Rose had low expectations when he started the group and began posting about it on Delco neighborhood Facebook pages in February, but he immediately began receiving messages from people interested in joining, along with those who told him, in no uncertain terms, to go to hell.

“The Media [Facebook page], those guys would have burned me at the stake if they got their hands on me,” he said. “Whereas Springfield, on the other hand, was pretty open and even welcoming.”

Rose said there are 300 members of Satanic Delco, from medical professionals to moms (”We’ve got a lot of moms”), but the group has no physical site. While COVID-19 put a damper on their activities, members were still able to collect items for the group’s first official action, its “To Hell with Homelessness” campaign.

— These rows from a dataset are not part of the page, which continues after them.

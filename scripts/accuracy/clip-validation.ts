/**
 * Held-out clips: continuous motions, measured the way Kinarc measures a client (issue 8's bars on its real path).
 *
 * The still-based report (run-accuracy.ts) jumps from one random pose to the next, so the tracker must find the hand
 * afresh on every still; a client moves continuously and the tracker follows the hand from frame to frame. Here each
 * test motion is rendered as a clip (a still start, then two cycles from rest to a drawn end of range and back, 30 fps)
 * in the view vision/view-policy.ts recommends for it against gravity, tracked frame by frame by the app's own code
 * (tests/harness/tracking, step mode, as analyze-clip), turned into a capture by the upload's own builder
 * (vision/live/clip-capture.ts: for wrist motions the straight-wrist reading from the still start) and read by the
 * engine's capture analysis (vision/analyze-capture.ts, correction as shipped). Finger motions move all four fingers
 * together, as the self-check asks; each finger is read from the same frames.
 *
 * Per frame: truth = the commanded angle, estimate = the engine's angle for that frame (null when it reported none).
 * Per clip and finger: the peak of the best repetition against the truth's end of range, and the repetition count.
 * The seeds are held out: nothing is fitted on them (SEED_NOTES says what else each was used for).
 *
 *   npx tsx scripts/accuracy/clip-validation.ts [--clips 10] [--seeds 20261209,20261207,20261205] [--models lite,full] [--reuse]
 *     [--condition against_gravity|gravity_minimized] [--motions wrist.flexion,wrist.extension] [--out FILE] [--per-clip]
 *
 * `--view palm,back,down` renders the same clips in those views instead (named `<motion>-<view>-...`): the training
 * clips of the whole-hand-shape estimators (hand-shape-fit.ts) and their held-out check; write those with `--out`.
 *
 * `--one-finger` moves one finger only (index, middle, ring, little in turn), its neighbours straight, and scores that
 * finger: clips named `<motion>-alone-...` (what a finger tested on its own reads); write those with `--out`.
 * `--digits little` (with `--one-finger`): only those fingers move, in turn; the clips are named `<motion>-alone-little-...`.
 *
 * `--proportions varied` renders every clip with a hand of its own build (scene.ts `sampleProportions`: palm, finger and
 * bone lengths, girth), named `<motion>...-varied-...`; the reports so far show the mesh's one hand. Write with `--out`.
 *
 * `--turn-in 30` opens every clip with the hand turned 30 degrees palm-first toward the camera, turning back over 1.5 s
 * before the still start (named `...-turn30-...`; finger motions only; write with `--out`): does a hand the tracker
 * misses edge-on get found that way and then followed?
 *
 * `--dip-follows 0.7` (with `--motions pip.flexion`): each finger's DIP bends along with its PIP, 0.7 times as far (named
 * `...-dip70-...`; write with `--out`): the PIP read as most people bend it, not alone.
 * `--track-fps 15` tracks the clips stepping through every second frame, as a camera at 15 frames a second would give
 * them (saved apart, `<clip>-<model>-f15.tracked.json`; truth taken at the tracked frames' times); write with `--out`.
 *
 * Each seed's section ends with the engine's finger readings split by finger ("By finger"): a view may see some fingers
 * well and hide others, and derive-uncertainty.ts gives each finger its own interval where every seed was split.
 *
 * `--condition gravity_minimized` renders the same motions in the view the policy recommends with gravity minimized
 * (the thumb side, from above a hand resting on its edge) and writes clip-report-gravity-minimized.md instead.
 */
import { existsSync, mkdirSync, readFileSync, writeFileSync } from "node:fs";
import path from "node:path";
import { parseArgs } from "node:util";
import type { Browser } from "playwright-core";
import type { Condition, Digit, MotionId } from "@/lib/motions/catalog";
import { analyzeCapture } from "@/vision/analyze-capture";
import { ClipCaptureError, clipCapture } from "@/vision/live/clip-capture";
import type { LandmarkXYZ, TrackedFrame } from "@/vision/live/types";
import { handSpan, handSpanBand, viewPolicy } from "@/vision/view-policy";
import { launchChromium, openHarnessPage, startHarnessServer, waitForFrames, type HarnessServer } from "../../tests/harness/tracking-harness";
import { FINGERS, getPoseAngle, proportionedRig, type HandProportions, type PoseKey } from "./hand-pose";
import { renderSweepClip, runFfmpeg } from "./render-jobs";
import { HandRenderer, RENDER_OUTPUT_ROOT } from "./renderer";
import { loadHandRig } from "./rig-files";
import type { HandRig, HandSide } from "./rig";
import type { SweepOptions } from "./sweep";
import { uniformFloat64 } from "pure-rand/distribution/uniformFloat64";
import { CAMERA_VIEWS, frameSeeds, IMAGE_HEIGHT_PX, IMAGE_WIDTH_PX, makeRng, PROPORTION_RANGES, sampleProportions, type CameraView, type FrameTruth } from "./scene";
import { nearestRankPercentile, summarizeErrors, type ErrorSample, type ErrorSummary } from "./stats";
import { ACCEPTANCE, meetsAcceptance, MIN_DETECTION, type AcceptanceKey } from "./acceptance";
import { parseCount, parseModels } from "./run-accuracy";
import type { HandModelVariant } from "./tracked-set";
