import { randomBytes } from "node:crypto";
import http from "node:http";
import type { AddressInfo } from "node:net";
import Stripe from "stripe";

/**
 * A local stand-in for the parts of the payment service's HTTP API that Kinarc calls through the official SDK:
 * Checkout Session create / retrieve / expire and refunds, plus a hosted checkout page of our own and signed webhooks
 * (signed with the SDK's own `webhooks.generateTestHeaderString`, i.e. the documented `t=…,v1=HMAC-SHA256` scheme).
 * Development and tests only: it takes no card details and moves no money.
 */

export interface PaymentFakeOptions {
  port: number;
  secretKey: string;
  webhookSecret: string;
  /** Where signed events are posted (Kinarc's /api/v1/webhooks/payments). */
  webhookUrl: string;
  host?: string;
  quiet?: boolean;
}

export interface WebhookDelivery {
  eventId: string;
  type: string;
  status: number | null;
  attempts: number;
}

export interface PaymentFake {
  url: string;
  deliveries(): WebhookDelivery[];
  close(): Promise<void>;
}

type Params = Record<string, unknown>;

interface Session {
  id: string;
  object: "checkout.session";
  mode: string;
  status: "open" | "complete" | "expired";
  payment_status: "unpaid" | "paid";
  amount_total: number;
  amount_subtotal: number;
  currency: string;
  client_reference_id: string | null;
  customer_email: string | null;
  metadata: Record<string, string>;
  success_url: string;
  cancel_url: string | null;
  url: string | null;
  payment_intent: string | null;
  created: number;
  expires_at: number;
  livemode: false;
  line_items_label: string;
}

const newId = (prefix: string) => `${prefix}_${randomBytes(12).toString("hex")}`;
const nowS = () => Math.floor(Date.now() / 1000);

/** `a[0][b]=1` form fields (the SDK's encoding) into nested objects; numeric keys stay object keys. */
export function parseBracketForm(body: string): Params {
  const out: Params = {};
  for (const [key, value] of new URLSearchParams(body)) {
    const path = key.replace(/\]/g, "").split("[");
    let node = out;
    path.forEach((part, i) => {
      if (i === path.length - 1) node[part] = value;
      else node = (node[part] ??= {}) as Params;
    });
  }
  return out;
}

class ApiError extends Error {
  constructor(
    public readonly status: number,
    message: string,
    public readonly param?: string,
    public readonly code = "parameter_missing",
  ) {
    super(message);
  }
}

function required(params: Params, name: string): string {
  const v = params[name];
  if (typeof v !== "string" || !v) throw new ApiError(400, `Missing required param: ${name}.`, name);
  return v;
}

function money(amountMinor: number, currency: string): string {
  return new Intl.NumberFormat("en-GB", { style: "currency", currency: currency.toUpperCase() }).format(amountMinor / 100);
}

const escape = (s: string) => s.replace(/[&<>"']/g, (c) => ({ "&": "&amp;", "<": "&lt;", ">": "&gt;", '"': "&quot;", "'": "&#39;" })[c]!);

function checkoutPage(s: Session): string {
  const done = s.status !== "open";
  return `<!doctype html><html lang="en"><head><meta charset="utf-8"><title>Payment stand-in (development)</title>
<meta name="viewport" content="width=device-width, initial-scale=1">
<style>body{font-family:system-ui,sans-serif;max-width:520px;margin:40px auto;padding:0 16px;color:#1d2a30}
.banner{background:#fff4d6;border:1px solid #e0b84c;padding:12px;border-radius:8px}button{font:inherit;padding:10px 18px;border-radius:8px;border:1px solid #1b6f67;margin-right:8px}
.pay{background:#1b6f67;color:#fff}</style></head><body>
<p class="banner" role="note"><strong>Development stand-in.</strong> This page imitates a hosted checkout so Kinarc can be tried and tested
on one machine. It asks for no card, and no money moves.</p>
<h1>Checkout</h1>
<p>${escape(s.line_items_label)}: <strong data-testid="amount">${escape(money(s.amount_total, s.currency))}</strong></p>
${
  done
    ? `<p>This checkout is ${s.status}.</p>`
    : `<form method="post" action="/c/pay/${s.id}/complete" style="display:inline"><button class="pay" type="submit">Confirm test payment</button></form>
<form method="post" action="/c/pay/${s.id}/cancel" style="display:inline"><button type="submit">Cancel</button></form>`
}
</body></html>`;
}

export async function startPaymentFake(opts: PaymentFakeOptions): Promise<PaymentFake> {
  const sessions = new Map<string, Session>();
  const idempotent = new Map<string, { status: number; body: unknown }>();
  const deliveries: WebhookDelivery[] = [];
  const signer = new Stripe(opts.secretKey);
  let base = "";

  async function deliver(type: string, object: unknown): Promise<void> {
    const event = {
      id: newId("evt"),
      object: "event",
      api_version: null,
      created: nowS(),
      type,
      data: { object },
      livemode: false,
      pending_webhooks: 1,
      request: { id: null, idempotency_key: null },
    };
    const payload = JSON.stringify(event);
    const record: WebhookDelivery = { eventId: event.id, type, status: null, attempts: 0 };
    deliveries.push(record);
    // Retries with back-off like the real service, so a Kinarc restarting at that moment still gets the event.
    for (const waitMs of [0, 500, 2000, 5000]) {
      if (waitMs) await new Promise((r) => setTimeout(r, waitMs));
      record.attempts++;
      try {
        const header = signer.webhooks.generateTestHeaderString({ payload, secret: opts.webhookSecret });
        const res = await fetch(opts.webhookUrl, { method: "POST", headers: { "content-type": "application/json", "stripe-signature": header }, body: payload });
        record.status = res.status;
        if (res.ok) return;
      } catch {
        record.status = null;
      }
    }
  }

  function find(id: string): Session {
    const s = sessions.get(id);
    if (!s) throw new ApiError(404, `No such checkout.session: '${id}'`, "id", "resource_missing");
    return s;
  }

  function publicSession(s: Session) {
    const rest: Partial<Session> = { ...s };
    delete rest.line_items_label;
    return rest;
  }

  function createSession(p: Params): Session {
    const mode = required(p, "mode");
    if (mode !== "payment") throw new ApiError(400, "This stand-in supports mode=payment only.", "mode", "parameter_invalid");
    const successUrl = required(p, "success_url");
    const items = Object.values((p.line_items ?? {}) as Record<string, Params>);
    if (!items.length) throw new ApiError(400, "Missing required param: line_items.", "line_items");
    let total = 0;
    let currency = "";
    const labels: string[] = [];
    for (const item of items) {
      const price = (item.price_data ?? {}) as Params;
      const unit = Number(price.unit_amount);
      const qty = Number(item.quantity ?? 1);
      if (!Number.isInteger(unit) || unit < 0) throw new ApiError(400, "Invalid integer: line_items[0][price_data][unit_amount]", "line_items[0][price_data][unit_amount]", "parameter_invalid");
      currency = required(price, "currency").toLowerCase();
      total += unit * qty;
      labels.push(String(((price.product_data ?? {}) as Params).name ?? "Item"));
    }
    const id = newId("cs_test");
    const s: Session = {
      id,
      object: "checkout.session",
      mode,
      status: "open",
      payment_status: "unpaid",
      amount_total: total,
      amount_subtotal: total,
      currency,
      client_reference_id: (p.client_reference_id as string) ?? null,
      customer_email: (p.customer_email as string) ?? null,
      metadata: (p.metadata ?? {}) as Record<string, string>,
      success_url: successUrl,
      cancel_url: (p.cancel_url as string) ?? null,
      url: `${base}/c/pay/${id}`,
      payment_intent: null,
      created: nowS(),
      expires_at: nowS() + 24 * 3600,
      livemode: false,
      line_items_label: labels.join(", "),
    };
    sessions.set(id, s);
    return s;
  }

  async function api(method: string, path: string, params: Params): Promise<{ status: number; body: unknown }> {
    if (method === "POST" && path === "/v1/checkout/sessions") return { status: 200, body: publicSession(createSession(params)) };
    let m = path.match(/^\/v1\/checkout\/sessions\/([\w]+)$/);
    if (method === "GET" && m) return { status: 200, body: publicSession(find(m[1])) };
    m = path.match(/^\/v1\/checkout\/sessions\/([\w]+)\/expire$/);
    if (method === "POST" && m) {
      const s = find(m[1]);
      if (s.status !== "open") throw new ApiError(400, `Only open sessions can be expired; this one is ${s.status}.`, undefined, "checkout_session_not_open");
      s.status = "expired";
      s.url = null;
      void deliver("checkout.session.expired", publicSession(s));
      return { status: 200, body: publicSession(s) };
    }
    if (method === "POST" && path === "/v1/refunds") {
      const pi = required(params, "payment_intent");
      const s = [...sessions.values()].find((x) => x.payment_intent === pi);
      if (!s) throw new ApiError(404, `No such payment_intent: '${pi}'`, "payment_intent", "resource_missing");
      const refund = { id: newId("re"), object: "refund", amount: s.amount_total, currency: s.currency, payment_intent: pi, status: "succeeded", created: nowS() };
      void deliver("charge.refunded", {
        id: newId("ch"),
        object: "charge",
        payment_intent: pi,
        amount: s.amount_total,
        amount_refunded: s.amount_total,
        currency: s.currency,
        refunded: true,
        metadata: s.metadata,
      });
      return { status: 200, body: refund };
    }
    throw new ApiError(404, `Unrecognized request URL (${method}: ${path}). This stand-in covers Checkout Sessions and refunds only.`, undefined, "resource_missing");
  }

  const server = http.createServer((req, res) => {
    let raw = "";
    req.on("data", (c) => (raw += c));
    req.on("end", async () => {
      const url = new URL(req.url ?? "/", "http://stand-in");
      const send = (status: number, body: unknown) => {
        res.writeHead(status, { "content-type": "application/json", "request-id": newId("req") });
        res.end(JSON.stringify(body));
      };
      try {
        if (url.pathname.startsWith("/v1/")) {
          if (req.headers.authorization !== `Bearer ${opts.secretKey}`) {
            return send(401, { error: { type: "invalid_request_error", message: "Invalid API Key provided." } });
          }
          const key = req.headers["idempotency-key"];
          const memoKey = typeof key === "string" ? `${req.method} ${url.pathname} ${key}` : null;
          if (memoKey && idempotent.has(memoKey)) {
            const memo = idempotent.get(memoKey)!;
            return send(memo.status, memo.body);
          }
          const params = req.method === "GET" ? parseBracketForm(url.search.slice(1)) : parseBracketForm(raw);
          const out = await api(req.method ?? "GET", url.pathname, params);
          if (memoKey) idempotent.set(memoKey, out);
          return send(out.status, out.body);
        }
        if (url.pathname === "/_stand-in/deliveries") return send(200, deliveries);
        let m = url.pathname.match(/^\/c\/pay\/([\w]+)$/);
        if (req.method === "GET" && m) {
          const s = find(m[1]);
          res.writeHead(200, { "content-type": "text/html; charset=utf-8" });
          return res.end(checkoutPage(s));
        }
        m = url.pathname.match(/^\/c\/pay\/([\w]+)\/(complete|cancel)$/);
        if (req.method === "POST" && m) {
          const s = find(m[1]);
          if (m[2] === "cancel" || s.status !== "open") {
            res.writeHead(303, { location: s.cancel_url ?? s.success_url });
            return res.end();
          }
          s.status = "complete";
          s.payment_status = "paid";
          s.payment_intent = newId("pi");
          s.url = null;
          // The event is sent before the browser returns, as the real service usually does; the return page must
          // still cope with an event that arrives later.
          await deliver("checkout.session.completed", publicSession(s));
          res.writeHead(303, { location: s.success_url.replace("{CHECKOUT_SESSION_ID}", s.id) });
          return res.end();
        }
        send(404, { error: { type: "invalid_request_error", message: "Not found." } });
      } catch (error) {
        if (error instanceof ApiError) return send(error.status, { error: { type: "invalid_request_error", code: error.code, param: error.param, message: error.message } });
        send(500, { error: { type: "api_error", message: String(error) } });
      }
    });
  });
  await new Promise<void>((resolve, reject) => {
    server.once("error", reject);
    if (opts.host) server.listen(opts.port, opts.host, resolve);
    else server.listen(opts.port, resolve);
  });
  const port = (server.address() as AddressInfo).port;
  base = `http://localhost:${port}`;
  if (!opts.quiet) console.log(`Payment stand-in (development only) on ${base}`);
  return {
    url: base,
    deliveries: () => deliveries.map((d) => ({ ...d })),
    close: () =>
      new Promise<void>((resolve) => {
        server.closeAllConnections();
        server.close(() => resolve());
      }),
  };
}
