export interface LiveUpdate {
  t: number;
  quality: FrameQuality;
  score: number;
  /** Reported angle (positive in the motion's direction), null when the frame was skipped. */
  angleDeg: number | null;
  imagePlaneDeg: number | null;
  smoothedDeg: number | null;
  /** The frame's plane reading; `travelAlongGravity` lets a reading built from several frames' angles find its plane again. */
  plane: (PlaneReading & { travelAlongGravity: number }) | null;
  /** Whether this frame's plane reading agrees with the condition under test (null when the frame was skipped). */
  planeMatchesCondition: boolean | null;
  rep: { phase: RepPhase; count: number; currentTopDeg: number | null };
  method: MeasurementMethod;
  /** 90% interval half-width of `angleDeg` (and the smoothed angle): validation error, widened by tracking score. */
  uncertaintyDeg: number | null;
  /**
   * The interval a peak read at this frame carries (the live top of a repetition): `uncertaintyDeg`, never narrower
   * than the held-out peaks' figure for this view and score (peakUncertaintyDeg); the summary's figure for the capture.
   */
  peakUncertaintyDeg: number | null;
  /**
   * Which held-out figure the frame's interval came from (vision/uncertainty.ts UncertaintyMethod); absent for a
   * skipped frame. A frame the side-view estimator declined ("declined, raw", "side-on hand shape") is not a test
   * motion's, so figures measured on test motions (both models read together) do not stand for it.
   */
  intervalMethod?: UncertaintyMethod;
  /** The camera view the frame's hand axes point to (scripts/accuracy views), null when the frame was skipped. */
  view: ValidationView | null;
  /** How that view serves the motion and test position (vision/view-policy.ts), null when the frame was skipped. */
  viewQuality: ViewQuality | null;
  /** Wrist motions: where this frame's forearm line came from; null for finger motions and skipped frames. */
  forearmSource: ForearmSource | null;
  correctionVersion: string | null;
}
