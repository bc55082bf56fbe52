import { defineConfig } from 'vitest/config';

// Tests import workspace packages through their "source" export condition, so no
// build is needed to run them; `pnpm test` still builds first to type-check.
export default defineConfig({
  resolve: { conditions: ['source', 'module', 'node', 'import', 'default'] },
  test: {
    include: ['packages/*/test/**/*.test.ts', 'tests/**/*.test.ts'],
    testTimeout: 120_000,
    hookTimeout: 120_000,
    pool: 'forks',
  },
});
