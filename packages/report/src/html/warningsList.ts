/** The list of warnings, most serious first, each with a text badge. */
import { escapeText } from '../escape.js';
import type { ReportWarning, Severity } from '../input.js';

const rank: Record<Severity, number> = { problem: 0, warning: 1, note: 2 };
const badge: Record<Severity, string> = { problem: 'PROBLEM', warning: 'WARNING', note: 'NOTE' };

/** HTML list of warnings; an explicit sentence when there are none. */
export function warningsList(warnings: readonly ReportWarning[]): string {
  if (warnings.length === 0) return '<p><span class="badge ok">NONE</span>No warnings.</p>';
  const sorted = [...warnings].sort((a, b) => rank[a.severity] - rank[b.severity]);
  const items = sorted
    .map((w) => {
      const about = w.quantity ? ` <em>(${escapeText(w.quantity)})</em>` : '';
      const advice = w.advice ? `<span class="advice">What to do: ${escapeText(w.advice)}</span>` : '';
      return `<li class="${w.severity}"><span class="badge ${w.severity}">${badge[w.severity]}</span>${escapeText(w.message)}${about}${advice}</li>`;
    })
    .join('\n');
  return `<ul class="warnings">\n${items}\n</ul>`;
}
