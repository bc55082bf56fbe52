/**
 * The page's stylesheet, inlined. System fonts only (no downloads); text and
 * flags are dark on light with a contrast ratio above 7:1; flagged items carry a
 * text label, the colour only repeats it.
 */
export const stylesheet = `
:root { color-scheme: light; }
* { box-sizing: border-box; }
body { margin: 0; background: #fbfbf9; color: #1f1f1f;
  font: 15px/1.45 system-ui, -apple-system, "Segoe UI", "DejaVu Sans", "Liberation Sans", sans-serif; }
main { max-width: 1180px; margin: 0 auto; padding: 18px 22px 40px; }
header.page { border-bottom: 2px solid #1f1f1f; padding-bottom: 8px; margin-bottom: 10px; }
h1 { font-size: 1.6em; margin: 0 0 2px; }
h2 { font-size: 1.2em; margin: 28px 0 8px; padding-bottom: 3px; border-bottom: 1px solid #c8c8c8; }
h3 { font-size: 1em; margin: 0 0 4px; }
p { margin: 4px 0 8px; }
.subtitle { font-size: 1.05em; color: #3d3d3d; margin: 0; }
.meta { color: #4a4a4a; font-size: 0.9em; }
nav.contents { font-size: 0.9em; margin: 6px 0 0; }
nav.contents a { color: #0b4f8a; margin-right: 14px; }
table { border-collapse: collapse; font-variant-numeric: tabular-nums; font-size: 0.9em; }
th, td { padding: 3px 7px; border-bottom: 1px solid #e0e0e0; text-align: right; white-space: nowrap; }
th { background: #efefec; font-weight: 600; }
th:first-child, td:first-child, td.text, th.text { text-align: left; }
td.text { white-space: normal; }
td.check { min-width: 12em; }
.table-scroll { overflow-x: auto; max-width: 100%; }
tr.flagged td { background: #fff1d6; }
tr.flagged td:first-child { box-shadow: inset 4px 0 0 #b35900; }
.badge { display: inline-block; font-size: 0.75em; font-weight: 700; letter-spacing: 0.04em;
  padding: 0 5px; border-radius: 3px; border: 1.5px solid currentColor; margin-right: 6px; }
.badge.note { color: #0b4f8a; }
.badge.warning { color: #8a4500; background: #fff1d6; }
.badge.problem { color: #ffffff; background: #a33a00; border-color: #a33a00; }
.badge.ok { color: #00613f; }
ul.warnings { list-style: none; padding: 0; margin: 0; }
ul.warnings li { padding: 6px 10px; margin: 0 0 6px; border-left: 4px solid #9a9a9a; background: #f3f3f0; }
ul.warnings li.warning { border-left-color: #b35900; background: #fff6e6; }
ul.warnings li.problem { border-left-color: #a33a00; background: #fde9de; }
.advice { display: block; color: #333; font-size: 0.92em; }
.verdict { font-size: 1.02em; padding: 8px 12px; background: #f0f0ec; border: 1px solid #d6d6d0; }
.caution { font-size: 0.9em; color: #3d3d3d; }
.figure-row { display: flex; flex-wrap: wrap; gap: 8px 14px; align-items: flex-start; }
figure { margin: 0 0 18px; }
figcaption { font-size: 0.88em; color: #3d3d3d; max-width: 900px; }
.quantity { border-top: 1px solid #e0e0e0; padding-top: 8px; margin-top: 8px; }
.quantity .figures { display: flex; flex-wrap: wrap; gap: 4px 10px; }
.quantity .numbers { font-size: 0.88em; color: #333; font-variant-numeric: tabular-nums; }
.legend-row { display: flex; flex-wrap: wrap; gap: 4px 16px; font-size: 0.9em; align-items: center; margin: 4px 0 8px; }
.legend-row > span { display: inline-flex; align-items: center; gap: 5px; }
svg.plot { max-width: 100%; height: auto; background: #ffffff; border: 1px solid #e6e6e2; }
svg.plot text { font-family: system-ui, "DejaVu Sans", "Liberation Sans", sans-serif; fill: #1f1f1f; }
svg.plot .tick-label { font-size: 10px; }
svg.plot .axis-title { font-size: 11px; font-weight: 600; }
svg.plot .note, svg.plot .legend-label { font-size: 10.5px; }
svg.plot .cell-label { font-size: 11px; font-weight: 600; }
svg.plot .correlation { font-size: 13px; }
svg.plot .value-label { font-size: 10.5px; }
svg.plot .value-label.flagged { font-weight: 700; }
footer { margin-top: 30px; font-size: 0.85em; color: #4a4a4a; border-top: 1px solid #c8c8c8; padding-top: 6px; }
@media print { body { background: #fff; } svg.plot { border: none; } }
`;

“I wanted us to serve a purpose,” Rose said. “This is a way for us to show you what we’re about because this is what we do.”

On Aug. 22, 14 members — with tattoos ranging from the leg lamp in A Christmas Story to a quote from Rage Against the Machine — came together to hand out 50 brightly colored tote bags filled with essentials on the streets of Upper Darby.

They didn’t even get out of the parking garage before they encountered four people in need.

Rose handed a blue tote bag to an older man with a white Santa Claus beard and explained what was within.

“This will help us more than you know,” the man said. “Thanks for the help. You guys are awesome.”